Task material »
^^^^^^^^

describe('fitParametricEq as an engineer would accept it', () => {
  it('leaves a normal roll-off alone: flat + 2nd-order low-pass at 12 kHz + −1 dB/octave tilt, defaults', () => {
    // Second-order Butterworth low-pass magnitude |H|² = 1/(1 + (f/fc)⁴) (textbook), tilt through 1 kHz.
    const magnitudeDb = full.map((f) => 85 - 10 * Math.log10(1 + (f / 12000) ** 4) - Math.log2(f / 1000));
    const result = fitParametricEq({
      sampleRateHz: fs,
      measured: { frequenciesHz: full, magnitudeDb },
      maxBands: 8,
      room: { volumeM3: STAGE3_VOLUME_M3, reverberationTimeS: 0.3 },
    });
    // Transition frequency 2000·√(0.3/137.677) = 93.36 Hz (Kuttruff, "Room Acoustics").
    expectWithin(result.transition.frequencyHz, 93.4, 0.05, 'transition');
    expect(result.toHz).toBe(result.transition.frequencyHz);
    for (const band of result.bands) expect(band.frequencyHz).toBeLessThanOrEqual(93.4);
    // No broadband level change: the target sits at the measured mean over 500 Hz–2 kHz (85 dB: the tilt's
    // log2(f/1000) averages to 0 on a log grid symmetric about 1 kHz), the EQ leaves 500 Hz–20 kHz untouched.
    expectWithin(result.targetOffsetDb, 85, 0.05, 'target level');
    for (const f of [500, 1000, 2000, 5000, 12000, 20000])
      expectWithin(eqDbAt(result, f), 0, 0.05, `EQ at ${f} Hz`);
    expect(result.explanation.notUsed.map((n) => n.code)).toContain('aboveTransition');
    // With a tilt target of the same slope nothing is left to correct at all.
    const tilted = fitParametricEq({
      sampleRateHz: fs,
      measured: { frequenciesHz: full, magnitudeDb },
      target: { kind: 'tilt', dbPerOctave: -1 },
      maxBands: 8,
      room: { volumeM3: STAGE3_VOLUME_M3, reverberationTimeS: 0.3 },
    });
    expect(tilted.bands).toEqual([]);
  });

  it('corrects above the transition only when asked, with few broad gentle bands', () => {
    const magnitudeDb = responseOf([[2500, 4, 0.7]], full).map(
      (db, i) => db - 10 * Math.log10(1 + (full[i] / 12000) ** 4),
    );
    const defaults = fitParametricEq({
      sampleRateHz: fs,
      measured: { frequenciesHz: full, magnitudeDb },
      maxBands: 8,
      toHz: 150,
    });
    expect(defaults.bands).toEqual([]);
    const asked = fitParametricEq({
      sampleRateHz: fs,
      measured: { frequenciesHz: full, magnitudeDb },
      maxBands: 8,
      toHz: 150,
      levelReferenceHz: { fromHz: 200, toHz: 600 },
      aboveTransition: {},
    });
    const broad = asked.bands.filter((b) => b.frequencyHz > 150);
    expect(broad.length).toBeGreaterThanOrEqual(1);
    expect(broad.length).toBeLessThanOrEqual(2);
    for (const b of broad) {
      expect(b.q).toBeLessThanOrEqual(1);
      expect(b.gainDb).toBeGreaterThanOrEqual(-3);
      expect(b.gainDb).toBeLessThan(0);
    }
    // The cut lands on the broad 2.5 kHz excess and lowers it.
    expect(broad.some((b) => b.frequencyHz > 1200 && b.frequencyHz < 5000)).toBe(true);
    expect(eqDbAt(asked, 2500)).toBeLessThan(-1.5);
    expect(asked.explanation.bands.find((e) => e.frequencyHz > 150)?.feature).toBe('broadExcess');
  });

  it('holds the boost limit for all bands together: one −6 dB dip, 2 dB limit, at most +2 dB in total', () => {
    const result = fitParametricEq({
      sampleRateHz: fs,
      measured: { frequenciesHz: low, magnitudeDb: responseOf([[140, -6, 1.2]], low) },
      maxBands: 8,
      maxBoostDb: 2,
      toHz: 400,
    });
    expect(result.bands.length).toBeGreaterThanOrEqual(1);
    const totals = checkGrid(result).map((f) => eqDbAt(result, f));
    expect(Math.max(...totals)).toBeLessThanOrEqual(2 + 1e-6);
    expect(Math.max(...totals)).toBeGreaterThan(1.5);
    expectWithin(result.combined.maxBoostDb, Math.max(...totals), 0.01, 'combined boost reported');
    expectDisciplined(result, { maxBands: 8, maxBoostDb: 2, maxCutDb: 12, minGainDb: 0.5 });
  });

  it('gives a flat response with a single deep null (−18 dB, Q 14, 150 Hz) no band at all', () => {
    const result = fitParametricEq({
      sampleRateHz: fs,
      measured: { frequenciesHz: low, magnitudeDb: responseOf([[150, -18, 14]], low) },
      maxBands: 8,
      maxBoostDb: 6,
      toHz: 400,
    });
    expect(result.bands).toEqual([]);
    expect(result.residualRmsDb.after).toBe(result.residualRmsDb.before);
    expect(result.explanation.notUsed.map((n) => n.code)).toContain('null');
  });

  it('with three positions: cuts a peak all three share, leaves a deep dip that moves between them alone', () => {
    const dipAt = [70, 84, 100];
    const positions = dipAt.map((f0, k) => ({
      label: `mic ${k + 1}`,
      measured: {
        frequenciesHz: low,
        magnitudeDb: responseOf(
          [
            [45, 8, 5],
            [f0, -15, 6],
          ],
          low,
        ),
      },
    }));
    const result = fitParametricEq({ sampleRateHz: fs, positions, maxBands: 8, maxBoostDb: 6, toHz: 300 });
    const cut = result.bands.filter((b) => b.gainDb < 0 && Math.abs(Math.log2(b.frequencyHz / 45)) < 0.1);
    expect(cut).toHaveLength(1);
    expect(cut[0].gainDb).toBeLessThan(-5);
    expect(result.bands.every((b) => b.gainDb <= 0)).toBe(true);
    for (const f of [65, 70, 77, 84, 92, 100, 108]) expect(Math.abs(eqDbAt(result, f))).toBeLessThan(1);
    expect(result.positions.map((p) => p.label)).toEqual(['mic 1', 'mic 2', 'mic 3']);
    result.positions.forEach((p, k) => {
      expect(p.residualRmsDb.after).toBeLessThan(p.residualRmsDb.before);
      p.predicted.frequenciesHz.forEach((f, i) =>
        expectWithin(
          p.predicted.magnitudeDb[i],
          positions[k].measured.magnitudeDb[i] + eqDbAt(result, f),
          1e-6,
          `${p.label} at ${f} Hz`,
        ),
      );
    });
    expect(result.explanation.notUsed.map((n) => n.code)).toContain('positionsDisagree');
    expect(result.explanation.bands[0].message).toMatch(
      /^Cuts a peak at 4\d\.\d Hz, \d\.\d dB above the target\.$/,
    );
  });

  it('explains every band and gives the residual per octave band before and after', () => {
    const result = fitParametricEq({
      sampleRateHz: fs,
      measured: {
        frequenciesHz: full,
        magnitudeDb: responseOf(
          [
            [42, 9, 6],
            [68, 6, 5],
          ],
          full,
        ),
      },
      maxBands: 4,
      room: { volumeM3: STAGE3_VOLUME_M3, reverberationTimeS: 0.3 },
    });
    expect(result.explanation.bands).toHaveLength(result.bands.length);
    for (const [i, e] of result.explanation.bands.entries()) {
      expect(e.frequencyHz).toBe(result.bands[i].frequencyHz);
      expect(e.feature).toBe('peak');
      expect(e.aboveTargetDb).toBeGreaterThan(4);
    }
    const octave63 = result.explanation.octaveBands.find((b) => b.centreHz === 63);
    const octave1k = result.explanation.octaveBands.find((b) => b.centreHz === 1000);
    expect(octave63!.afterDb).toBeLessThan(octave63!.beforeDb / 2);
    expectWithin(octave1k!.afterDb, octave1k!.beforeDb, 0.02, '1 kHz octave untouched');
    expect(result.explanation.octaveBands.map((b) => b.centreHz)).toEqual([
      31.5, 63, 125, 250, 500, 1000, 2000, 4000, 8000,
    ]);
  });

  it('matches the level over the reference band the caller chooses', () => {
    const magnitudeDb = full.map((f) => (f < 300 ? 90 : 80));
    const at = (levelReferenceHz?: { fromHz: number; toHz: number }) =>
      fitParametricEq({
        sampleRateHz: fs,
        measured: { frequenciesHz: full, magnitudeDb },
        maxBands: 2,
        toHz: 200,
        levelReferenceHz,
      });
    expectWithin(at().targetOffsetDb, 80, 1e-9, 'default 500 Hz–2 kHz');
    expectWithin(at({ fromHz: 40, toHz: 160 }).targetOffsetDb, 90, 1e-9, '40–160 Hz');
    // At the default level the 10 dB shelf below 300 Hz is cut (to the 12 dB default cut limit).
    expect(at().bands.length).toBeGreaterThan(0);
    expect(at({ fromHz: 40, toHz: 160 }).bands).toEqual([]);
  });

  it('keeps to the processor: its band frequency range and its filter types', () => {
    const input: EqFitInput = {
      sampleRateHz: fs,
      measured: {
        frequenciesHz: low,
        magnitudeDb: responseOf(
          [
            [30, 8, 4],
            [80, 6, 4],
          ],
          low,
        ),
      },
      maxBands: 4,
      toHz: 300,
    };
    const ranged = fitParametricEq({ ...input, bandFrequencyRangeHz: { fromHz: 40, toHz: 20000 } });
    expect(ranged.bands.length).toBeGreaterThan(0);
    expect(ranged.bands.every((b) => b.frequencyHz >= 40)).toBe(true);
    const noPeaking = fitParametricEq({ ...input, filterTypes: ['lowShelf', 'highShelf'] });
    expect(noPeaking.bands).toEqual([]);
    expect(noPeaking.explanation.notUsed.map((n) => n.code)).toContain('peakingNotSupported');
  });

  it('rounds bands to the processor steps without crossing a limit (1 Hz or 1/12 octave, 0.5 dB, Q 0.1)', () => {
    const input: EqFitInput = {
      sampleRateHz: fs,
      measured: {
        frequenciesHz: low,
        magnitudeDb: responseOf(
          [
            [37, 7, 5],
            [58, 6, 4],
            [140, -6, 1.2],
          ],
          low,
        ),
      },
      maxBands: 6,
      maxBoostDb: 2,
      maxCutDb: 6,
      toHz: 300,
    };
    const multiple = (v: number, step: number) => Math.abs(v / step - Math.round(v / step)) < 1e-6;
    const hz = fitParametricEq({ ...input, bandSteps: { frequencyHz: 1, gainDb: 0.5, q: 0.1 } });
    expect(hz.bands.length).toBeGreaterThanOrEqual(2);
    for (const b of hz.bands) {
      expect(multiple(b.frequencyHz, 1)).toBe(true);
      expect(multiple(b.gainDb, 0.5)).toBe(true);
      expect(multiple(b.q, 0.1)).toBe(true);
    }
    expectDisciplined(hz, { maxBands: 6, maxBoostDb: 2, maxCutDb: 6, minGainDb: 0.5 });
    const octave = fitParametricEq({
      ...input,
      bandSteps: { frequencyHz: 1 / 12, frequencyStepUnit: 'octave' },
    });
    // A step coarser than the range leaves no setting for a band: none is fitted, nothing breaks.
    expect(fitParametricEq({ ...input, bandSteps: { frequencyHz: 1000 } }).bands).toEqual([]);
    // On the 1/12-octave series through 1 kHz: log2(f/1000)·12 is a whole number.
    for (const b of octave.bands)
      expectWithin(
        Math.log2(b.frequencyHz / 1000) * 12,
        Math.round(Math.log2(b.frequencyHz / 1000) * 12),
        1e-4,
        `${b.frequencyHz} Hz`,
      );
  });

  it('fits toward a target given as points', () => {
    // A house curve: +4 dB at 20 Hz falling to 0 dB at 200 Hz; the response follows it but for one mode.
    const points = [
      { frequencyHz: 20, gainDb: 4 },
      { frequencyHz: 200, gainDb: 0 },
      { frequencyHz: 20000, gainDb: 0 },
    ];
    const house = (f: number) => (f >= 200 ? 0 : 4 - (4 * Math.log(f / 20)) / Math.log(10));
    const magnitudeDb = full.map((f) => 80 + house(f) + peaksDb([[55, 7, 5]], f));
    const result = fitParametricEq({
      sampleRateHz: fs,
      measured: { frequenciesHz: full, magnitudeDb },
      target: { kind: 'points', points },
      maxBands: 4,
      toHz: 200,
    });
    expect(result.bands).toHaveLength(1);
    expectWithin(result.bands[0].frequencyHz, 55, 2, 'band on the mode');
    expect(result.residualRmsDb.after).toBeLessThan(0.3);
  });

  it('keeps every rule for arbitrary responses and is deterministic (property test, fast-check)', () => {
    const feature = fc.tuple(
      fc.double({ min: 22, max: 380, noNaN: true }),
      fc.double({ min: -18, max: 15, noNaN: true }),
      fc.double({ min: 0.7, max: 14, noNaN: true }),
    );
    fc.assert(
      fc.property(
        fc.array(feature, { minLength: 0, maxLength: 7 }),
        fc.integer({ min: 0, max: 8 }),
        fc.constantFrom(0, 1, 2, 4, 6),
        fc.constantFrom(3, 6, 12),
        fc.constantFrom(0.5, 1),
        fc.constantFrom({ min: 0.5, max: 10 }, { min: 1, max: 4 }),
        (features, maxBands, maxBoostDb, maxCutDb, minGainDb, qRange) => {
          const input: EqFitInput = {
            sampleRateHz: fs,
            measured: { frequenciesHz: low, magnitudeDb: responseOf(features as Peak[], low) },
            maxBands,
            maxBoostDb,
            maxCutDb,
            minGainDb,
            qRange,
            fromHz: 25,
            toHz: 400,
          };
          const result = fitParametricEq(input);
          expectDisciplined(result, { maxBands, maxBoostDb, maxCutDb, minGainDb });
          for (const b of result.bands) {
            expect(b.q).toBeGreaterThanOrEqual(qRange.min);
            expect(b.q).toBeLessThanOrEqual(qRange.max);
            expect(b.frequencyHz).toBeGreaterThanOrEqual(25);
            expect(b.frequencyHz).toBeLessThanOrEqual(400);
          }
          expect(result.residualRmsDb.after).toBeLessThanOrEqual(result.residualRmsDb.before + 1e-9);
          expectWithin(
            result.combined.maxBoostDb,
            Math.max(0, ...checkGrid(result).map((f) => eqDbAt(result, f))),
            0.02,
            'combined boost',
          );
          expect(fitParametricEq(input)).toEqual(result);
        },
      ),
      { seed: 20261202, numRuns: 40 },
    );
  });
});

^^^^^^^^

Goal of the exercise » Gather all lines of the records that include the word "pass".

Output for this task »
  it('leaves a normal roll-off alone: flat + 2nd-order low-pass at 12 kHz + −1 dB/octave tilt, defaults', () => {
    // Second-order Butterworth low-pass magnitude |H|² = 1/(1 + (f/fc)⁴) (textbook), tilt through 1 kHz.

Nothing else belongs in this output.